In restore mode, it copies files from a backup directory back to their original locations. The code also handles invalid directories or modes, providing informative messages, effectively coordinating scanning, verification, backup, reporting, and restoration in a single workflow.

In [7]:
input_folder = "/kaggle/input/information"

working_folder = "/kaggle/working/information"

shutil.copytree(input_folder, working_folder, dirs_exist_ok=True)
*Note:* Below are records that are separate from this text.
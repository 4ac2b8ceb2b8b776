package doubt

import (
	"math"
	"testing"
)

// kinship is how strongly two components leave a pattern between them: one over
// the least |h₁h₂| with h₁a + h₂b ≡ 0 (mod n), which for a rank-1 lattice bounds
// the correlation of any two functions of the two variables. It hangs on b/a alone.
func kinship(n int) func(a, b int) float64 {
	figure := make([]float64, n)
	for c := 1; c < n; c += 2 {
		least := n
		for h := 1; h < n/2; h++ {
			r := h * c % n
			least = min(least, h*min(r, n-r))
		}
		figure[c] = 1 / float64(least)
	}
	inverse := make([]int, n)
	for a := 1; a < n; a += 2 {
		x := 1
		for range 12 { // Newton's iteration modulo a power of two
			x = x * (2 - a*x%n + n) % n
		}
		inverse[a] = x
	}
	return func(a, b int) float64 { return figure[b*inverse[a]%n] }
}

// componentByComponent builds the generating vector the way that lattice's comment
// says. Reference: Sloan and Reztsov, Math. Comp. 71 (2002).
func componentByComponent(n, dims int) []uint16 {
	kernel := make([]float64, n)
	for i := range kernel {
		x := float64(i) / float64(n)
		kernel[i] = 2 * math.Pi * math.Pi * (x*x - x + 1.0/6)
	}
	product := make([]float64, n)
	for i := range product {
		product[i] = 1
	}
	kin := kinship(n)
	nearest := make([]float64, n)
	var z []uint16
	for j := range dims {
		gamma := math.Max(0.05, 0.9*math.Pow(0.93, float64(j)))
		best, bestScore := 0, math.Inf(1)
		for c := 1; c < n/2; c += 2 {
			sum := 0.0
			for i := range product {
				sum += product[i] * (1 + gamma*kernel[i*c%n])
			}
			score := (sum/float64(n) - 1) / gamma
			score = math.Max(score, 0) + 40*nearest[c]*nearest[c]
			if score < bestScore*(1-1e-9) {
				best, bestScore = c, score
			}
		}
		z = append(z, uint16(best))
		for c := 1; c < n/2; c += 2 {
			nearest[c] = math.Max(nearest[c], math.Max(kin(best, c), kin(best, n-c)))
		}
		mean := 0.0
		for i := range product {
			product[i] *= 1 + gamma*kernel[i*best%n]
			mean += product[i] / float64(n)
		}
		for i := range product {
			product[i] /= mean
		}
	}
	return z
}

func TestLatticeIsWhatItsCommentSays(t *testing.T) {
	want := componentByComponent(BlockSize, len(lattice))
	for j := range want {
		if lattice[j] != want[j] {
			t.Fatalf("component %d is %d, the construction gives %d; whole: %v", j, lattice[j], want[j], want)
		}
	}
}
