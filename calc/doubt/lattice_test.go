package doubt

import (
	"math"
	"testing"
)

// componentByComponent builds the generating vector the way that lattice's comment
// says. Reference: Sloan and Reztsov, Math. Comp. 71 (2002).
func componentByComponent(n, dims int) []uint16 {
	kernel := make([]float64, n)
	for i := range kernel {
		x := float64(i) / float64(n)
		kernel[i] = 2 * math.Pi * math.Pi * (x*x - x + 1.0/6)
	}
	product := make([]float64, n)
	for i := range product {
		product[i] = 1
	}
	taken := map[int]bool{}
	var z []uint16
	for j := range dims {
		gamma := math.Max(0.02, 0.9*math.Pow(0.93, float64(j)))
		best, bestError := 0, math.Inf(1)
		for c := 1; c < n/2; c += 2 {
			if taken[c] {
				continue
			}
			sum := 0.0
			for i := range product {
				sum += product[i] * (1 + gamma*kernel[i*c%n])
			}
			if sum < bestError*(1-1e-12) {
				best, bestError = c, sum
			}
		}
		taken[best] = true
		z = append(z, uint16(best))
		mean := 0.0
		for i := range product {
			product[i] *= 1 + gamma*kernel[i*best%n]
			mean += product[i] / float64(n)
		}
		for i := range product {
			product[i] /= mean
		}
	}
	return z
}

func TestLatticeIsWhatItsCommentSays(t *testing.T) {
	want := componentByComponent(BlockSize, len(lattice))
	for j := range want {
		if lattice[j] != want[j] {
			t.Fatalf("component %d is %d, the construction gives %d; whole: %v", j, lattice[j], want[j], want)
		}
	}
}
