/** |F| of the mean Q and U within the layout. */
function integratedSpectrum(data: MapData, layout: Layout, plan: DepthPlan): Float64Array {
  const pixels = [...layout.regionOf.keys()].filter((k) => layout.regionOf[k] >= 0);
  const bare = data.bands.map(({ channels, Q, U, noise }) => ({ channels, Q, U, noise }));
  const { q, u } = regionSpectrum(bare, pixels, data.frame.nx * data.frame.ny, { pixelsPerBeam: 1 });
  const { re, im } = makeDepthTransform(plan)(q, u, 1);
  return re.map((value, k) => Math.hypot(value, im[k]));
}

/** What outputs of `measure` carry: the command that made them. */
function measureProvenance(inputs: readonly string[], flags: MeasureFlags): Provenance {
  const lines = Object.entries(flags).map(([name, value]) => `${name}: ${JSON.stringify(value)}`);
  return { sceneText: ['# gyrelight measure', `maps: ${JSON.stringify(inputs)}`, ...lines, ''].join('\n'), version, seed: 0 };
}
'/kaggle/working/information'

In [8]:
run_file_integrity_tool()

Enter folder path /kaggle/working/information



1. Build database
2. Check integrity
3. Restore files



Select option (1/2/3):  1


[+] Database created and saved to integrity_db.json


First , we created the dataset 

In [9]:
with open( "/kaggle/working/information/ABC.txt", "a", encoding="utf-8") as f:
    f.write("Some changes\n")  

Then , we made some changes in the file 

In [10]:
run_file_integrity_tool()

Enter folder path /kaggle/working/information



1. Build database
2. Check integrity
3. Restore files



Select option (1/2/3):  2
Enter backup folder path  /kaggle/working/backup
Enter CSV report path  /kaggle/working/report


[Changed] /kaggle/working/information/ABC.txt
[+] Report saved to /kaggle/working/report


As we can see , the cange was detected .
we stored define a path to sotore the backup and cv report .

In [11]:
run_file_integrity_tool()

Enter folder path /kaggle/working/information



1. Build database
2. Check integrity
3. Restore files



Select option (1/2/3):  3
Enter backup folder path to restore from:  /kaggle/working/backup


[RESTORED] information/ABC.txt


The original version at the time the database was created or at the moment the backup was made.

## Conclusion:


This tool reliably monitors file changes, detects modifications or missing files, creates backups, generates reports, and can restore files to their original state, helping maintain file integrity efficiently.